U.S. oil and gas producer Apache Corp. will close its San Antonio, Texas office overseeing its struggling Alpine High project in the Permian Basin and 272 jobs will be affected.
The closure follows the October resignation of Steven Keenan, the former senior vice president of worldwide exploration who was widely credited with the Alpine High discovery in 2016.
Alpine High has been hit by weak natural gas prices, which prompted the company to temporarily halt production in the third quarter, reduce drilling in the region, and said it would reassign capital to other areas if prices did not recover.
Weak commodity prices have also forced other companies in the oil and gas industry to find ways to shore up their cash reserves amid heavy investor pressure to boost returns and reduce debt.
Reuters reported in October that oilfield services firm Halliburton Co. cut 650 jobs across Colorado, Wyoming, New Mexico and North Dakota and later in December closed plants in Oklahoma and California.
Including session's losses, Apache shares are still up about a quarter since Jan. 7, when the company announced a major oil discovery in a closely watched area off the coast of Suriname, central to its plans to move away from Alpine High.
In a filing made with the Texas Workforce Commission, Apache said the affected employees will be leaving the company on March 6.

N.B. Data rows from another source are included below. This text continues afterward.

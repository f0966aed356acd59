//! Frames and angles against ERFA (PyPI package pyerfa), fixtures made by
//! tests/data/frames/gen.py.

mod common;
use common::*;

use latens::frames::{
    RaDec, angular_separation_radec, ecliptic_lonlat_from_icrf, rotation_from_icrf_to_ecliptic, vector_from_radec,
};

#[test]
fn icrf_to_ecliptic_matrix_matches_erfa_ecm06() {
    let text = std::fs::read_to_string(data_path("frames/ecliptic_matrix.csv")).unwrap();
    let want: Vec<f64> = text.trim().split(',').map(|s| s.parse().unwrap()).collect();
    let m = rotation_from_icrf_to_ecliptic();
    for i in 0..3 {
        for j in 0..3 {
            // 1e-14 rad is 2 microarcseconds.
            compare(&format!("m[{i}][{j}]"), m.0[i][j], want[3 * i + j], 1e-14, "");
        }
    }
}

#[test]
fn ecliptic_coordinates_match_erfa_eqec06() {
    for row in read_rows("frames/radec_to_ecliptic.csv") {
        let v = vector_from_radec(RaDec { ra_rad: num(&row, "ra"), dec_rad: num(&row, "dec") });
        let got = ecliptic_lonlat_from_icrf(v);
        let dlon = latens::units::wrap_pi(got.lon_rad - num(&row, "lon")) * num(&row, "lat").cos();
        compare("longitude (on the sky)", dlon / MAS_RAD, 0.0, 1e-3, "mas");
        compare("latitude", (got.lat_rad - num(&row, "lat")) / MAS_RAD, 0.0, 1e-3, "mas");
    }
}

#[test]
fn separations_match_erfa_seps_from_microarcseconds_to_antipodes() {
    for row in read_rows("frames/separations.csv") {
        let a = RaDec { ra_rad: num(&row, "ra1"), dec_rad: num(&row, "dec1") };
        let b = RaDec { ra_rad: num(&row, "ra2"), dec_rad: num(&row, "dec2") };
        let want = num(&row, "sep");
        let got = angular_separation_radec(a, b);
        // Relative 1e-9 for tiny separations (ERFA uses the same atan2 form),
        // else 1e-15 rad absolute (0.2 nano-arcseconds).
        let tol = (want * 1e-9).max(1e-15);
        compare("separation", got, want, tol, "rad");
    }
}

Apache has reported a steady decline in output in the last two reported quarters of 2019 and undertook a reorganization last summer that is expected to lead to a 10% to 15% average reduction in global workforce.
Company spokesman Phil West said the decision to close the San Antonio office is part of the ongoing reorganization, which is expected to help save the company at least $150 million annually.
West added that some of the affected employees will move to other Apache offices, including Houston.
The company's shares were down about 2% in afternoon trading amid broader weakness in energy stocks.